И лишь в одной области ее рассудку была доступна определенная способность к абстрагированию: в визуальной. Сначала это было ее отражение в зеркале - оно вызвало у нее первый шок, первое и фатальное смятение, то самое, что отделяет нас от остального мира, делая каждое человеческое существо одиноким скитальцем во Вселенной. Затем она признала фрукты на картине, и с тех пор ее любимой забавой стало искать их повсюду, в любом круглом предмете - в мяче, мотке шерсти, кольце для салфетки, даже в яйце; она говорила: "Яблоко!" или "Вишня!" (в зависимости от размеров), с явным удовольствием указывая пальцем на вещь, а иногда даже просто на тень или пятно на стене. Нэнни проявляла неустанное терпение, показывая ей всякого рода картинки, хотя чаще всего ее ждала неудача: Сильва узнавала лишь отдельные предметы, самые привычные или простые по форме - стул, кастрюлю. И никогда не узнавала живых существ.
Когда она впервые узнала нарисованное животное, ее реакция оказалась настолько неожиданной, что мы сперва даже не смогли понять ее истоки. Это было всего одно слово, одно высказывание Сильвы, которое я приведу чуть позже; оно мгновенно указало нам правильный путь и разъяснило, что мешало ей до сих пор идентифицировать изображенных человека или животное: их неподвижность. Для лисицы живое создание - это ведь не предмет, а движение, сопровождаемое запахом. А получилось так, что она узнала на картинке собаку, лишенную и того, и другого, узнала самым парадоксальным образом, именно по причине ее неподвижности, и это узнавание вызвало у нее потрясение такой силы, что она почти впала в истерику. Ибо собака на картинке была похожа на Барона - Барона, который к тому времени давно погиб.

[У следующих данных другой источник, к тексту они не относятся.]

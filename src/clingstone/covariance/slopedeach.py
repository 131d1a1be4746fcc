"""Mixed models with random slopes on many columns of y, each at its own covariance parameters."""

from __future__ import annotations

from collections.abc import Sequence
from dataclasses import dataclass

import numpy as np
import numpy.typing as npt

from clingstone.covariance.bundles import SlopePiece
from clingstone.covariance.sloped import Sloped
from clingstone.design.design import Design
from clingstone.design.response import Response
from clingstone.maths import slopeseach
from clingstone.maths.each import Grams, Minima, Places
from clingstone.maths.eachdf import SlopesEach, slopes_each
from clingstone.maths.once import Array, once
from clingstone.maths.search import slack
from clingstone.maths.slopeseach import Blocks

BLOCK = 500_000  # doubles in the largest array of one evaluation: what a cache holds
NEAR = 0.1  # part of what a mean cell can show below which a standard deviation is looked at twice


@dataclass(frozen=True, eq=False)
class SlopedEach:
    """A sloped algebra of one level or several over B columns of y; the minima need one level."""

    algebra: Sloped
    response: Response

    @property
    def design(self) -> Design:
        return self.response.design

    @property
    @once
    def _block(self) -> Blocks:
        """Cells of the finest level under independent rows, the columns of y first."""
        found = self.algebra._block(self.response)
        return Blocks(found.UU[None], found.UQ[None], np.ascontiguousarray(found.UE.transpose(1, 0, 2)))

    def _base(self, columns: Places) -> Grams:
        K, p = len(columns), self.design.p
        QQ = np.broadcast_to(np.eye(p), (K, p, p))
        return Grams(QQ, np.zeros((K, p)), self.response.ss[columns], np.zeros(K))

    @property
    def _size(self) -> int:
        """Columns that one evaluation takes at a time."""
        r, p, G = self._block.UQ.shape[1:]
        return max(1, int(BLOCK // (r * max(p + 1, r) * G)))

    def grams(self, theta: Array, columns: Places) -> Grams:
        """Grams of columns (K,) of y, each at its own θ (d, K)."""
        return Grams.in_blocks(self._grams, theta, columns, self._size)

    def slopes(self, theta: Array, columns: Places, free: Sequence[int]) -> SlopesEach:
        """What Satterthwaite's df take, at θ (d, K); free : coordinates that are not at a bound."""
        return slopes_each(lambda at: self.grams(at, columns), theta, free, self.design.m)

    def _grams(self, theta: Array, columns: Places) -> Grams:
        gram, block = self._base(columns), self._of(columns)
        algebra = self.algebra
        for step, (bundle, at) in enumerate(zip(algebra.levels, algebra._functions[1], strict=True)):
            L = bundle.factors(algebra.joined(bundle, theta))
            gram = block.lower(gram, L, at)
            if step < len(algebra._up):
                block = block.shrunk(L, at).lifted(algebra._up[step])
        return gram

    def _of(self, columns: Places) -> Blocks:
        block = self._block
        return Blocks(block.UU, block.UQ, block.UE[columns])

    # ---- the minima, in the entries of L ---------------------------------------------------------------

    def minima(self) -> Minima:
        """The REML estimates of every column: as ``Sloped.minimum``, all columns at once."""
        algebra, m = self.algebra, self.design.m
        (bundle,) = algebra.levels
        rows, across = algebra._places[0]
        unit, diagonal = algebra._units(self.response)
        size = self._size

        def f(x: Array, columns: Places) -> tuple[Array, Array]:
            value, slope = np.empty(len(x)), np.empty_like(x)
            for i in range(0, len(x), size):
                part = slice(i, i + size)
                L = np.zeros((len(x[part]), bundle.q, bundle.q))
                L[:, rows, across] = x[part]
                base, block = self._base(columns[part]), self._of(columns[part])
                value[part], gradient = slopeseach.criterion(base, block, L, m)
                slope[part] = gradient[:, rows, across]
            return value, slope

        B = self.response.B
        start = np.broadcast_to(np.where(diagonal, unit, 0.0), (B, len(unit)))
        x, value, done = slopeseach.descend(f, 0.2 * start, np.arange(B), unit)
        # A variance near zero may be one of two valleys: such columns start again from larger ones.
        edge = np.any(np.abs(x[:, diagonal]) < NEAR * unit[diagonal], axis=1)
        again = np.flatnonzero(edge | ~done)
        if len(again):
            x2, value2, done2 = slopeseach.descend(f, start[again], again, unit)
            take = value2 < value[again]
            x[again[take]], value[again[take]] = x2[take], value2[take]
            done[again[take]] = done2[take]
        theta = np.stack([algebra._theta(entries) for entries in x], axis=1)
        for b in np.flatnonzero(~done):
            # What does not come to rest is searched by itself.
            alone = algebra.minimum(self.response.column(int(b)), m, None)
            if alone is not None and alone.value <= value[b]:
                theta[:, b], done[b] = alone.start, alone.converged
        return self._settle(theta, done)

    def _settle(self, theta: Array, done: npt.NDArray[np.bool_]) -> Minima:
        """As ``Sloped._settle``."""
        algebra, m = self.algebra, self.design.m
        every = np.arange(self.response.B)
        here = self.grams(theta, every).criterion(m)
        bound = np.zeros(theta.shape, dtype=bool)
        for piece in algebra.pieces:
            place, first = algebra.slices[piece.key].start, piece.parameters[0]
            near = np.flatnonzero(theta[place] - first.low <= 12)
            if not len(near):
                continue
            out = theta[:, near].copy()
            out[place] = first.low
            less = self.grams(out, near).criterion(m)
            gone = less <= here[near] + slack(0.0) + 1e-11 * np.abs(here[near])
            theta[:, near[gone]], here[near[gone]] = out[:, gone], less[gone]
            bound[place, near[gone]] = True
        for place, parameter in enumerate(algebra.parameters):
            bound[place] |= theta[place] >= parameter.high - 1e-4
            if not parameter.vanishes:
                bound[place] |= theta[place] <= parameter.low + 1e-4
        for piece in algebra.pieces:
            # A correlation with what is not there has no value.
            for j, key in enumerate(piece.earlier if isinstance(piece, SlopePiece) else ()):
                bound[algebra.slices[piece.key].start + 1 + j] |= bound[algebra.slices[key].start]
        return Minima(theta, here, bound, done)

Погиб он нелепо: удавившись собственной цепью. Скорее всего, ночью он поймал прошмыгнувшую мимо крысу и, пытаясь удержать ее, вертелся на месте до тех пор, пока не намотал себе на горло всю цепь; он не смог освободиться и задохнулся. Бедняга даже не залаял - так никто ничего и не услышал. Второй пес в это время наверняка спал. И именно Сильва, придя, как обычно по утрам, поздороваться со своим другом, нашла его уже окоченевшим, с высунутым языком, давным-давно мертвым.